Task
When a line in the data below includes "string", pick it out and copy it.

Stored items
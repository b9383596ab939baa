import type { Desk } from './desk';

export type StudyFacts = {
	workingTitle: string;
	publicTitle: string;
	prefix: string;
	phone: string;
};

/** Creates a study of two arms; gives its address. */
export async function createStudy(desk: Desk, facts: StudyFacts): Promise<string> {
	await desk.follow('Create a study');
	await desk.fill('Working title', facts.workingTitle);
	await desk.fill('Public title', facts.publicTitle);
	await desk.fill('Letters of the codes', facts.prefix);
	await desk.fill('Phone for participants', facts.phone);
	await desk.tick('radio', /^Two arms over eight visits/);
	await desk.press('Create the study');
	await desk.page.waitForURL(/\/studies\/[0-9a-f-]{36}\/protocol\/draft$/);
	return desk.path().replace('/protocol/draft', '');
}

const visit = (desk: Desk, label: string) => ({
	row: desk.page.locator('details', { has: desk.page.locator('summary', { hasText: label }) }),
	summary: desk.page.locator('summary', { hasText: label })
});

export async function removeVisit(desk: Desk, label: string): Promise<void> {
	await desk.hands.press(visit(desk, label).summary);
	await desk.press(`Remove ${label}`);
	await visit(desk, label).summary.waitFor({ state: 'detached' });
}

/** A visit of twenty minutes with one block of sixty trials. */
export async function shortenVisit(desk: Desk, label: string): Promise<void> {
	const { row, summary } = visit(desk, label);
	await desk.hands.press(summary);
	for (const [field, minutes] of [
		['Length', '20'],
		['Set-up', '5'],
		['Clean-up', '5']
	] as const) {
		await desk.hands.write(row.getByLabel(new RegExp(`^${field}`)), minutes);
	}
	const remove = row.getByRole('button', { name: /^Remove block/ });
	while ((await remove.count()) > 0) await desk.hands.press(remove.last());
	await desk.hands.write(row.getByLabel(/^Trials of block 1/), '60');
	await desk.hands.press(summary);
}

/** Regions only, from the first block on, and everything but the mildest held for a person. */
export async function setRule(desk: Desk): Promise<void> {
	await desk.hands.tick(desk.page.getByRole('checkbox', { name: /^Target shift/ }), false);
	await desk.fill(/^Share of perturbed trials/, '1');
	await desk.fill(/^Until escaped/, '3');
	await desk.fill('Plain blocks first, at least', '1');
	await desk.fill('Plain blocks first, at most', '1');
	await desk.fill(/^Cover without asking/, '0.1');
}

export async function setComparison(desk: Desk): Promise<void> {
	await desk.fill('People per arm', '26');
	const sources = desk.page.getByLabel('Where it comes from');
	await desk.fill(/^Effect d/, '0.8');
	await desk.hands.write(sources.nth(0), 'A pilot of twelve invented people');
	await desk.fill(/^Share of people lost/, '0.1');
	await desk.hands.write(sources.nth(1), 'The lab’s last three studies');
	await desk.fill(/^Share of the effect lost/, '0.05');
	await desk.hands.write(sources.nth(2), 'One missed day in twenty');
}

export async function freeze(desk: Desk): Promise<void> {
	await desk.follow('Say why, and freeze version 1');
	await desk.see('From then on this text has a number and a hash, and never changes.');
	await desk.press('Freeze version 1');
	await desk.see('Version 1 is frozen and can no longer change.');
}

type Approval = { board: string; reference: string; from: string; to: string };

export async function recordApproval(desk: Desk, approval: Approval): Promise<void> {
	await desk.fill('Board', approval.board);
	await desk.fill('Reference of its letter', approval.reference);
	await desk.fill('Approved on', approval.from);
	await desk.fill('Ends after', approval.to);
	await desk.press('Record the approval of version 1');
	await desk.see('The approval of version 1 is recorded.');
}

Solution to this exercise
	workingTitle: string;
	publicTitle: string;
	prefix: string;
	phone: string;
export async function createStudy(desk: Desk, facts: StudyFacts): Promise<string> {
const visit = (desk: Desk, label: string) => ({
export async function removeVisit(desk: Desk, label: string): Promise<void> {
export async function shortenVisit(desk: Desk, label: string): Promise<void> {
type Approval = { board: string; reference: string; from: string; to: string };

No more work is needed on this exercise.